拙著『国際利権を狙うPKO』(緑風出版、1994.1.20.p.125-136)
第7章 「国土分割」を予測していたアメリカ国務省の地理学者
[中略]
緩衝地帯設置はCIA戦略「裏シナリオ」の読みの内か
[中略]
『週刊新潮』(92.12.24/31)「米国の『秘密文書』が証明したカンボジア『分断』構想」によると、すでに『ロサンゼルス・タイムズ』がアメリカ国務省作製の21世紀カンプチア分断予想地図をリーク報道していた。[中略]
総選挙後にもまた、「国土分断」の裏シナリオが急浮上
[中略]
「国土分断」の動きは、総選挙後にも現れた。[中略]
私は先に述べたように、「カンプチア分断」の可能性とアメリカの戦略を指摘した(噂の真相93.4)。もちろん、細部までの予測はできなかったが、「カンプチアPKOの力学を冷静に分析」した結果の判断であった。
その際の判断材料の一つに使った「アメリカ国務省作成の21世紀カンプチア分断地図」(同)に関しては、執筆直後に原資料の『ロサンゼルス・タイムズ』の実物コピーを知人から提供された。手掛りになった『週刊新潮』(92.12.24/31)には『ロサンゼルス・タイムズ』の日付が入っていなかったのだが、実物のコピーを見ると、なんと、『週刊新潮』報道より4ヵ月も前の昨年[1992]8月25日付けであった。

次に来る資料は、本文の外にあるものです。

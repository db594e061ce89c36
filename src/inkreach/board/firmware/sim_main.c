/*
 * CAUTION: reference firmware, to be reviewed; NOT a certified motion controller.
 * Rehearse every new arm and plan with the pen lifted and the arm unloaded, keep
 * hands clear of a moving arm, keep a power switch within reach, and check the
 * pin numbers and pulse ranges against your motors' and drivers' documentation
 * (and follow their makers' instructions and local rules) before the first run.
 */
/* Simulated board: the real C core behind a pseudo-terminal, on the host computer.
 *
 * usage: inkreach-sim SPEEDUP [TRACE.csv]
 * Prints the terminal's path as the first line on stdout, then serves until
 * SIGINT or SIGTERM (exit 0). SIGUSR1 reboots the core: buffer and state are
 * lost, the motors stay where they are, the pen lifts. Board time advances one
 * period per tick; the wall clock sleeps period / SPEEDUP per tick.
 */
#define _GNU_SOURCE
#include <errno.h>
#include <fcntl.h>
#include <poll.h>
#include <signal.h>
#include <stdio.h>
#include <stdlib.h>
#include <string.h>
#include <termios.h>
#include <time.h>
#include <unistd.h>

#include "ink_core.h"
#include "ink_output.h"

static int master = -1;
static volatile sig_atomic_t quit = 0, reboot = 0;
static struct ink_core core;


void ink_port_write(const uint8_t *bytes, uint8_t n)
{
    ssize_t k;
    while (n > 0) {
        k = write(master, bytes, n);
        if (k <= 0)
            return; /* nobody reading: a real line drops it too */
        bytes += k;
        n = (uint8_t)(n - k);
    }
}

static void on_quit(int sig)
{
    (void)sig;
    quit = 1;
}

static void on_reboot(int sig)
{
    (void)sig;
    reboot = 1;
}

#if INK_DRIVE == 0
static const double servo1[INK_SERVO1_POINTS][2] = INK_SERVO1_TABLE;
static const double servo2[INK_SERVO2_POINTS][2] = INK_SERVO2_TABLE;

/* angle (1e-4 degree) a servo pulse puts the joint at: the table read backwards */
static double servo_angle(const double (*tab)[2], int n, double ticks)
{
    int k = 0, rising = tab[n - 1][1] > tab[0][1];
    double lo = rising ? tab[0][1] : tab[n - 1][1], hi = rising ? tab[n - 1][1] : tab[0][1];
    if (ticks <= lo)
        return rising ? tab[0][0] : tab[n - 1][0];
    if (ticks >= hi)
        return rising ? tab[n - 1][0] : tab[0][0];
    while (k + 2 < n && (rising ? ticks >= tab[k + 1][1] : ticks <= tab[k + 1][1]))
        k++;
    return tab[k][0] + (ticks - tab[k][1]) * (tab[k + 1][0] - tab[k][0])
        / (tab[k + 1][1] - tab[k][1]);
}

#endif

static double executed_deg(int joint, int32_t q)
{
#if INK_DRIVE == 1
    double s = (double)ink_stepper_steps((uint8_t)joint, q);
    if (joint == 0)
        return (INK_STEP1_ZERO + INK_STEP1_DIR * s * INK_STEP1_DEN / INK_STEP1_NUM) / 1e4;
    return (INK_STEP2_ZERO + INK_STEP2_DIR * s * INK_STEP2_DEN / INK_STEP2_NUM) / 1e4;
#else
    double t = (double)ink_servo_ticks((uint8_t)joint, q);
    return (joint == 0 ? servo_angle(servo1, INK_SERVO1_POINTS, t)
                       : servo_angle(servo2, INK_SERVO2_POINTS, t)) / 1e4;
#endif
}

static void trace_row(FILE *tr, unsigned long long tick)
{
    if (!tr)
        return;
    fprintf(tr, "%.4f,%.6f,%.6f,%d\n", (double)tick * INK_PERIOD_US / 1e6,
            executed_deg(0, core.q[0]), executed_deg(1, core.q[1]), core.pen ? 1 : 0);
    fflush(tr);
}

static double now_s(void)
{
    struct timespec ts;
    clock_gettime(CLOCK_MONOTONIC, &ts);
    return ts.tv_sec + ts.tv_nsec / 1e9;
}

int main(int argc, char **argv)
{
    double speedup, step, next, wait;
    unsigned long long tick = 0;
    FILE *tr = NULL;
    int slave;
    char *path;
    struct termios tio;
    struct sigaction sa;
    struct pollfd pfd;
    struct timespec ts;
    uint8_t buf[256];
    ssize_t k, i;

    if (argc < 2 || (speedup = atof(argv[1])) <= 0) {
        fprintf(stderr, "usage: %s SPEEDUP [TRACE.csv]\n", argv[0]);
        return 2;
    }
    if (argc > 2) {
        tr = fopen(argv[2], "w");
        if (!tr) {
            fprintf(stderr, "cannot write the trace %s: %s\n", argv[2], strerror(errno));
            return 2;
        }
        fprintf(tr, "t_s,theta1_deg,theta2_deg,pen\n");
        fflush(tr);
    }
    master = posix_openpt(O_RDWR | O_NOCTTY);
    if (master < 0 || grantpt(master) || unlockpt(master) || !(path = ptsname(master))) {
        fprintf(stderr, "cannot open a pseudo-terminal: %s\n", strerror(errno));
        return 2;
    }
    /* keep the far end open ourselves: raw, and no hang-up when the host closes it */
    slave = open(path, O_RDWR | O_NOCTTY);
    if (slave < 0 || tcgetattr(slave, &tio)) {
        fprintf(stderr, "cannot set up %s: %s\n", path, strerror(errno));
        return 2;
    }
    cfmakeraw(&tio);
    cfsetispeed(&tio, B115200);
    cfsetospeed(&tio, B115200);
    tcsetattr(slave, TCSANOW, &tio);
    fcntl(master, F_SETFL, fcntl(master, F_GETFL) | O_NONBLOCK);

    memset(&sa, 0, sizeof sa);
    sa.sa_handler = on_quit;
    sigaction(SIGINT, &sa, NULL);
    sigaction(SIGTERM, &sa, NULL);
    sa.sa_handler = on_reboot;
    sigaction(SIGUSR1, &sa, NULL);
    signal(SIGPIPE, SIG_IGN);

    ink_init(&core, INK_HOME_Q1, INK_HOME_Q2);
    printf("%s\n", path);
    fflush(stdout);

    step = INK_PERIOD_US / 1e6 / speedup;
    next = now_s() + step;
    pfd.fd = master;
    pfd.events = POLLIN;
    while (!quit) {
        if (reboot) {
            reboot = 0;
            ink_init(&core, core.q[0], core.q[1]);
            trace_row(tr, tick); /* the pen lifts; the motors stop where they are */
        }
        wait = next - now_s();
        if (wait > 0) {
            pfd.revents = 0;
            ts.tv_sec = (time_t)wait;
            ts.tv_nsec = (long)((wait - (double)ts.tv_sec) * 1e9);
            if (ppoll(&pfd, 1, &ts, NULL) > 0 && (pfd.revents & POLLIN)) {
                k = read(master, buf, sizeof buf);
                for (i = 0; i < k; i++)
                    ink_rx_byte(&core, buf[i]);
            }
            if (next - now_s() > 0)
                continue;
        }
        /* drain what arrived, then advance the board clock one period */
        while ((k = read(master, buf, sizeof buf)) > 0)
            for (i = 0; i < k; i++)
                ink_rx_byte(&core, buf[i]);
        ink_tick(&core);
        tick++;
        if (core.moved)
            trace_row(tr, tick);
        next += step;
        if (now_s() - next > 5 * step)
            next = now_s() + step; /* fell behind (busy machine): do not burst */
    }
    if (tr)
        fclose(tr);
    close(slave);
    close(master);
    return 0;
}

日本の国会でPKO法が成立した6月15日から数えると、2ヵ月と10日後であり、カンプチア派遣の自衛隊本隊が出発した10月13日から数えると、1ヵ月と22日前になる。つまり、PKO法は通過したものの、日本各地で自衛隊の出発反対の運動が繰り広げられていた頃だ。あの暑い夏の最中に、太平洋の反対側のアメリカでは、カンプチアが東西に分断されるという予測地図が報道されていたのである。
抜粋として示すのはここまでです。